In this tutorial, we'll see how to create custom subclasses of `ItemBase` or `ItemList` while retaining everything the fastai library has to offer. To allow basic functions to work consistently across various applications, the fastai library delegates several tasks to one of those specific objets, and we'll see here which methods you have to implement to be able to have everything work properly. But first let's see take a step back to see where you'll use your end result.

## Links with the data block API

The data block API works by allowing you to pick a class that is responsible to get your items and another class that is charged with getting your targets. Combined together, they create a pytorch `Dataset` that is then wrapped inside a `DataLoader`. The training set, validation set and maybe test set are then all put in a `DataBunch`.

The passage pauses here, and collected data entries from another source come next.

from . import figures, sequence_figures
from .display_data import display_name
from .grid_jobs import Ticket, Work
from .sequence_display import (
    candidate_details,
    encounter_chart_data,
    leg_family_data,
    leg_map_data,
    sequence_scene,
    worst_margin_km,
)
from .sequence_view import (
    SequenceView,
    apply_changes,
    check_leg_map_size,
    from_query,
    to_query,
)
from .window_service import WindowService, _Memo

_LOG = logging.getLogger(__name__)

RESULT_FORMAT = 1
"""Version of a search result's disk-cache entry (its metadata layout)."""
PREWARM_WORKERS = 1


@dataclass
class SearchOutcome:
    """A finished search: its ranked candidates (each evaluated exactly) and what it cost."""

    key: str
    mode: str
    candidates: list[Candidate]
    seconds: float = 0.0
    evaluations: int = 0
    interrupted: bool = False
    from_cache: bool = False
    notes: list[str] = field(default_factory=list)

    @property
    def summary(self) -> str:
        n = len(self.candidates)
        within = sum(1 for c in self.candidates if c.within_limits)
        how = "grid search" if self.mode == "grid" else "global search"
        text = (
            f"{n} candidate{'s' if n != 1 else ''} ({within} within limits) from a {how} of "
            f"{self.evaluations:,} evaluations in {self.seconds:.1f} s"
        )
        if self.interrupted:
            text += ", stopped at its time limit"
        if self.from_cache:
            text += " (read from the cache)"
        return text + "."


@dataclass(frozen=True)
class Shown:
    """The candidate a view shows, with where it comes from."""

    candidate: Candidate
    rank: int
    ranked: Candidate  # the search's candidate of that rank
    retimed: bool

    @property
    def rank_text(self) -> str:
        if self.retimed:
            return f"re-timed from candidate {self.rank}"
        return f"{self.rank}"
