def _register_view(app, service: WindowService) -> None:
    outputs: dict[str, Output] = {
        "store": Output("store-view-state", "data"),
        "query": Output("store-view-query", "data"),
        "status": Output("store-grid-status", "data"),
        "answer": Output("store-grid-polled", "data"),
        "message": Output("div-message-view", "children"),
        "case_options": Output("dropdown-case", "options"),
        "case_value": Output("dropdown-case", "value"),
        "remove_style": Output("button-case-remove", "style"),
        "my_cases": Output("store-my-cases", "data"),
        "title": Output("text-case-title", "children"),
        "description": Output("text-case-description", "children"),
        "central": Output("text-central-body", "children"),
        "metric": Output("dropdown-metric", "value"),
        "metric_options": Output("dropdown-metric", "options"),
        "arc_options": Output("dropdown-arc-slot", "options"),
        "arc_value": Output("dropdown-arc-slot", "value"),
        "errors": Output("store-control-errors", "data"),
        "stem": Output("store-download-stem", "data"),
        "redirect": Output("store-redirect", "data"),
    }
    for key in ("case.departure_body", "case.target_body", "spacecraft.vehicle"):
        outputs[f"options:{key}"] = Output(CONTROL_IDS[key], "options")
    outputs["vehicle_disabled"] = Output(CONTROL_IDS["spacecraft.vehicle"], "disabled")
    outputs["mass_summary"] = Output("text-mass-summary", "children")
    for slider in SLIDERS:
        for prop in ("min", "max", "step", "marks", "value"):
            outputs[f"{slider.url}_{prop}"] = Output(slider.id, prop)
    for control in CONTROLS:
        outputs[f"control:{control.key}"] = Output(control.id, "value")
    for key in LAUNCH_FIELD_KEYS:
        outputs[f"field:{key}"] = Output(f"field-{CONTROL_BY_KEY[key].setting.url}", "style")
    outputs["launch_hint"] = Output("text-launch-hint", "children")
    for target in ERROR_TARGETS:
        outputs[f"error:{target}"] = Output(f"text-error-{target}", "children")

    @app.callback(
        output=outputs,
        inputs={
            "page": Input("store-page-query", "data"),
            "case_id": Input("dropdown-case", "value"),
            "sliders": {s.url: Input(s.id, "value") for s in SLIDERS},
            "controls": {c.key: Input(c.id, "value") for c in CONTROLS},
            "metric": Input("dropdown-metric", "value"),
            "arcs": Input("dropdown-arc-slot", "value"),
            "click": Input("graph-window-map", "clickData"),
            "current": State("store-view-state", "data"),
            "viewer": State("store-viewer-id", "data"),
            "my_cases": State("store-my-cases", "data"),
        },
    )
    def sync_view(page, case_id, sliders, controls, metric, arcs, click, current, viewer, my_cases):
        out: dict[str, Any] = dict.fromkeys(outputs, no_update)
        fired = fired_inputs()
        view_now = _read_view(current)
        slider_ids = {s.id: s.url for s in SLIDERS}
        control_ids = {c.id: c.key for c in CONTROLS}
        if not fired or "store-page-query" in fired or view_now is None:
            trigger = "page"
        elif "dropdown-case" in fired:
            trigger = "case"
        elif "graph-window-map" in fired:
            trigger = "click"
        elif "dropdown-metric" in fired:
            trigger = "metric"
        elif "dropdown-arc-slot" in fired:
            trigger = "arcs"
        else:
            trigger = "controls"
        redirect = _sequence_redirect(service, trigger, page, case_id)
        if redirect:  # a case with a [sequence] section opens the sequence page
            out["redirect"] = redirect
            return out
        values = dict(controls)
        values.update(sliders)
        inputs = ViewInputs(
            trigger=trigger,
            search=page if isinstance(page, str) else "",
            case_id=case_id,
            values=values,
            fired=tuple(slider_ids.get(f) or control_ids.get(f, f) for f in fired),
            metric=metric,
            arcs=arcs,
            click=click,
        )
        plan = plan_view(
            inputs,
            view_now,
            cases=service.catalogue,
            from_link=service.view_from_url,
            for_case=service.view_for_case,
            select=service.select_point,
        )
        notes = list(plan.notes or [])
        if current and view_now is None:
            notes.insert(0, "The page's stored view was refused; it was read again from the link.")
        if plan.errors is not None:
            shown, rest = errors_by_target(plan.errors)
            for target in ERROR_TARGETS:
                out[f"error:{target}"] = shown.get(target, "")
            out["errors"] = shown
            if rest:
                notes += rest
        if plan.notes is not None or notes:
            out["message"] = error_lines(notes)
        view, case = plan.view, plan.case
        if view is None or case is None:
            return out
        if plan.fill:
            _fill_controls(out, service, view, case, my_cases)
        elif view_now is not None and case.max_revolutions != _revolutions(service, view_now):
            out["arc_options"] = _arc_options(case.max_revolutions)
            out["arc_value"] = view.arcs
        elif view_now is not None and view.arcs != view_now.arcs:
            out["arc_value"] = view.arcs
        out["store"] = view.to_dict()
        out["query"] = to_query(view)
        out["stem"] = view_stem(case, view)
        status, progress = grid_status(service, view, case, viewer)
        out["status"] = status.to_dict()
        out["answer"] = _answer(out["query"], status, _first_poll(status), progress)
        return out
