def fused_kernels() -> tuple:
    """The compiled pass's entry points, as :func:`solver.sequence.kernels.sequence_kernels`
    lists them (the command line compiles them up front and says so)."""
    from solver.mechanics.kernels import Kernel

    return (
        Kernel("sequence scores, small batches", _score_kernel_serial, _warm(4)),
        Kernel("sequence scores, populations", _score_kernel, _warm(_PARALLEL_MIN)),
    )


__all__ = [
    "FusedPlan",
    "FusedScores",
    "UnsupportedRule",
    "fused_kernels",
    "fused_plan",
    "score_fused",
]
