#!/usr/bin/env node
// quern's command line: reduce, merge, export, check and peek, with documented exit codes.
import { availableParallelism } from 'node:os';
import yargs, { type Argv } from 'yargs';
import { hideBin } from 'yargs/helpers';
import { toolVersion } from './declare/package-files.js';
import { afterProgress, jsonLine, progressFor } from './outputs/progress.js';
import { failedOf, quietGroupsOf, summaryText, type RunRecord } from './outputs/report.js';
import { checkPeriod, parseShard, parseSpan, parseWhen } from './select/select.js';
import { WriteFailed } from './outputs/staged.js';
import { UsageError } from './declare/yaml-file.js';
import { didYouMean, likelyMeant } from './declare/nearest-names.js';
import { settleEngine } from './engine-settings.js';
import type { ChangesReport } from './trends/changes.js';
import { mergeCommand, reduceCommand } from './rerun-command.js';
import { checkDigits, checkExportOptions } from './export-options.js';
import { outputsWords, unfinishedLogLine, type OutputsStand } from './stop-on-signal.js';
import { codeAfterLogFailure, logFailedLine, watchLog } from './watch-log.js';

// Each command's modules load when it runs, so a command (or --help) pays only for its own.
const exporting = () => import('./exports/export.js');

/**
 * 0: every recording reduced (or checked) cleanly; 1: some recordings failed; 2: unusable input, output folder in use, a
 * failed write, or an unexpected error; 3: with --exit-on, what it names happened (a change, an alarm, a change or alarm new
 * in this run, a group fallen quiet).
 */
export const EXIT = { ok: 0, someFailed: 1, unusable: 2, changed: 3 } as const;

const EXIT_ON = {
  type: 'string',
  describe: 'Exit with code 3 when a watched feature of this run\'s recordings reads changed or at an alarm limit (changed), at an alarm limit (alarm), changed or at an alarm limit where the previous run into the output folder did not report it so (new), or a group has fallen quiet over a --since period (quiet); one or a comma list, such as new,quiet, so that a nightly job\'s scheduler can tell',
} as const;

const EXIT_ON_WORDS = ['changed', 'alarm', 'quiet', 'new'] as const;
type ExitOn = Set<(typeof EXIT_ON_WORDS)[number]>;

/** --exit-on's words; an unknown one is a usage error naming the ones there are. */
function parseExitOn(text: string | string[] | undefined): ExitOn {
  // Given more than once (--exit-on changed --exit-on quiet), the words of each count.
  const words = [text ?? ''].flat().join(',').split(',').map((w) => w.trim()).filter(Boolean);
  const unknown = words.filter((w) => !(EXIT_ON_WORDS as readonly string[]).includes(w));
  if (unknown.length || (text != null && !words.length)) throw new UsageError(`--exit-on: "${text}" is not changed, alarm, quiet or a comma list of them (alarm,quiet), nor new, which may stand alone or in the list (new,quiet): a change or alarm the previous run did not report`);
  return new Set(words) as ExitOn;
}

/** The run's exit code: 3 when what --exit-on names happened, with a line saying what (before 1: it is what the job asked to be told), else 1 when recordings failed. */
function exitCodeOf(r: RunRecord, changes: ChangesReport | null | undefined, exitOn: ExitOn): { code: number; said: string | null } {
  const items = changes?.items ?? [];
  const alarms = exitOn.has('alarm') || exitOn.has('changed') ? items.filter((c) => c.verdict === 'alarm').length : 0;
  const changed = exitOn.has('changed') ? items.length - alarms : 0;
  const quiet = exitOn.has('quiet') ? quietGroupsOf(r).length : 0;
  const fresh = exitOn.has('new') ? items.filter((c) => c.new).length : 0;
  const failed = failedOf(r);
  const said = [
    alarms ? `${alarms} channel ${alarms === 1 ? 'feature' : 'features'} at an alarm limit` : null,
    changed ? `${changed} channel ${changed === 1 ? 'feature' : 'features'} changed` : null,
    fresh ? `${fresh} channel ${fresh === 1 ? 'feature' : 'features'} new in this run (changed or at an alarm limit, not so reported by the previous run)` : null,
    quiet ? `${quiet} ${quiet === 1 ? 'group' : 'groups'} quiet over the period` : null,
  ].filter(Boolean);
  if (!said.length) return { code: failed > 0 ? EXIT.someFailed : EXIT.ok, said: null };
  return { code: EXIT.changed, said: `  exit code 3: ${said.join(', ')} (--exit-on ${[...exitOn].join(',')})${failed ? `; ${failed} ${failed === 1 ? 'recording' : 'recordings'} failed as well` : ''}\n` };
}

/** The code, its line (if any) written after the closing lines. */
function exitCodeSaid(r: RunRecord, changes: ChangesReport | null | undefined, exitOn: ExitOn): number {
  const { code, said } = exitCodeOf(r, changes, exitOn);
  if (said) process.stdout.write(said);
  return code;
}

/** An export that failed after a run wrote its outputs says that those are in place; exit code 2 all the same, since the export asked for is missing. */
async function exportAfterRun(e: unknown): Promise<never> {
  const { ExportFailed } = await exporting();
  throw e instanceof ExportFailed ? e.afterRun() : e;
}

const EXPORT_FORMAT_OPTIONS = {
  bom: { type: 'boolean', default: false, describe: 'CSV: start with a UTF-8 byte-order mark' },
  'decimal-comma': { type: 'boolean', default: false, describe: 'CSV: semicolon-separated with decimal commas' },
  digits: { type: 'number', describe: 'Round numbers to this many significant digits (default: full double precision)' },
  wide: { type: 'boolean', default: false, describe: 'Also a wide layout: one row per recording, channel-prefixed columns' },
} as const;

const EPILOGUE = `Exit codes: 0 every recording reduced; 1 some recordings failed (the rest are in the table); 2 unusable input (no archive, invalid declaration or spec), the output folder in use by another run, outputs or exports that could not be written, or an unexpected error in quern (the previous outputs are kept); 3 with --exit-on, what it names happened (a feature changed or at an alarm limit, one new in this run, a group quiet).`;

const fmt = (v: unknown) => (typeof v === 'number' ? (Number.isInteger(v) ? String(v) : v.toPrecision(6)) : v == null ? '—' : String(v));

/**
 * yargs renders the whole help text before it runs a command, to show it should the command fail; quern's failures
 * print their own message and never the help, so that rendering (some tens of milliseconds of every run) is skipped.
 * `--help` renders as before.
 */
function skipHelpRendering(cli: Argv): void {
  const usage = (cli as unknown as { getInternalMethods?: () => { getUsageInstance?: () => { cacheHelpMessage?: () => void } } }).getInternalMethods?.().getUsageInstance?.();
  if (usage?.cacheHelpMessage) usage.cacheHelpMessage = () => {};
}

/** --jobs as given, refused unless it is a whole number of worker threads from 1 up. */
function jobsOf(jobs: number): number {
  if (!Number.isInteger(jobs) || jobs < 1) throw new UsageError(`--jobs takes a whole number of worker threads, 1 or more (got ${String(jobs)})`);
  return jobs;
}

/** Options whose value may begin with a minus sign, which yargs would otherwise split into short flags ("-5d" as -5 -d). */
const STORAGE_LIMIT = 'End the run when the archive\'s or output folder\'s storage has not answered for this long (a network share gone away), rather than wait for ever holding the lock (2m, 5m)';
/** A limit that must be a span of some time; `noTime` says what a span of none would do. */
const positiveSpan = (noTime: string) => (text: string): number => {
  const ms = parseSpan(text);
  if (ms <= 0) throw new Error(`${noTime}; give a span such as 5m`);
  return ms;
};
const storageSpan = positiveSpan('a storage limit of no time would end every run');

const SIGNED_VALUE_OPTIONS = ['--since', '--until', '--stale-lock-after', '--stall-limit', '--storage-limit', '--settle'];

/** `--since -5d` joined as `--since=-5d`, so quern judges the value and names the option, instead of "Unknown arguments: 5, d". */
export function joinSignedValues(argv: string[]): string[] {
  const out: string[] = [];
  for (let i = 0; i < argv.length; i++) {
    if (SIGNED_VALUE_OPTIONS.includes(argv[i]) && /^-[\d.]/.test(argv[i + 1] ?? '')) out.push(`${argv[i]}=${argv[++i]}`);
    else out.push(argv[i]);
  }
  return out;
}

/** An option's value parsed, its error naming the option and the value as given. */
/** Refuses an option of one value given more than once (the parser makes a list of it), naming it. */
function givenOnce(a: Record<string, unknown>, options: string[]): void {
  for (const option of options) {
    once(option, a[option.replace(/-(\w)/g, (_, c: string) => c.toUpperCase())]);
  }
}

/** The command line's parser makes a list of an option given twice: which one was meant is not for quern to guess. */
function once(option: string, value: unknown): void {
  if (Array.isArray(value)) throw new UsageError(`--${option} is given ${value.length} times (${value.join(', ')}); give it once`);
}

function optionValue<T>(option: string, text: string, parse: (text: string) => T): T {
  once(option, text);
  try {
    return parse(text);
  } catch (e) {
    throw new UsageError(`--${option} ${text === '' ? '(empty)' : text}: ${(e as Error).message}`);
  }
}

/** Why a command stopped, with its exit code: a `quern:` line, or with --log json an `error` event in the JSON stream. */
type Tell = (message: string, exitCode: number, details?: { stack?: string }) => void;
// A log (standard error) whose writes failed keeps the run going; from then on its ending is told on standard output.
const log = watchLog(process.stderr);
const logStream = () => (log.failure() ? process.stdout : process.stderr);
/** The last line told on standard error, said again on standard output should the log have failed to take it. */
let toldToLog: string | null = null;
const plainTell: Tell = (message, _code, details) => {
  const line = `quern: ${message}\n${details?.stack ? `${details.stack}\n` : ''}`;
  toldToLog = log.failure() ? null : line;
  logStream().write(line);
};
const jsonTell: Tell = (message, exitCode, details) => {
  toldToLog = log.failure() ? null : `quern: ${message}\n${details?.stack ? `${details.stack}\n` : ''}`;
  jsonLine(logStream(), { event: 'error', message, exit_code: exitCode, ...details });
};

/** How the command says why it stopped, here and in the handlers of errors nothing waits for: plain until --log json is read. */
let tell: Tell = plainTell;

The data block API allows you to mix and match what class your inputs have, what clas you target have, how to do the split between train and validation set, then how to create the `DataBunch`, but if you have a very specific kind of input/target, the fastai classes might no be sufficient to you. This tutorial is there to explain what is needed to create a new class of items and what methods are important to implement or override.

It goes in two phases: first we focus on what you need to create a custom `ItemBase` class (which the type of your inputs/targets) then on how to create your custom `ItemList` (which is basically a set of `ItemBase`) while highlining which methods are called by the library.

## Creating a custom `ItemBase` subclass

The fastai library contains three basic type of `ItemBase` that you might want to subclass:
- `Image` for vision applications
- `Text` for text applications
- `TabularLine` for tabular applications

Whether you decide to create your own item class or to subclass one of the above, here is what you need to implement:

### Basic attributes

Those are the more importants attribute your custom `ItemBase` needs as they're used everywhere in the fastai library:
- `ItemBase.data` is the thing that is passed to pytorch when you want to create a `DataLoader`. This is what needs to be fed to your model. Note that it might be different from the representation of your item since you might want something that is more understandable.
- `ItemBase.obj` is the thing that truly represents the underlying object behind your item. It should be sufficient to create a copy of your item. For instance, when creating the test set, the basic label is the `obj` attribute of the first label (or y) in the training set.
- `__str__` representation: if applicable, this is what will be displayed when the fastai library has to show your item.

If we take the example of a `MultiCategory` object `o` for instance:
- `o.obj` is the list of tags that object has
- `o.data` is a tensor where the tags are one-hot encoded
- `str(o)` returns the tags separated by ;

Those are the basics that will make your object work in the library. If you want to use methods `such a `data.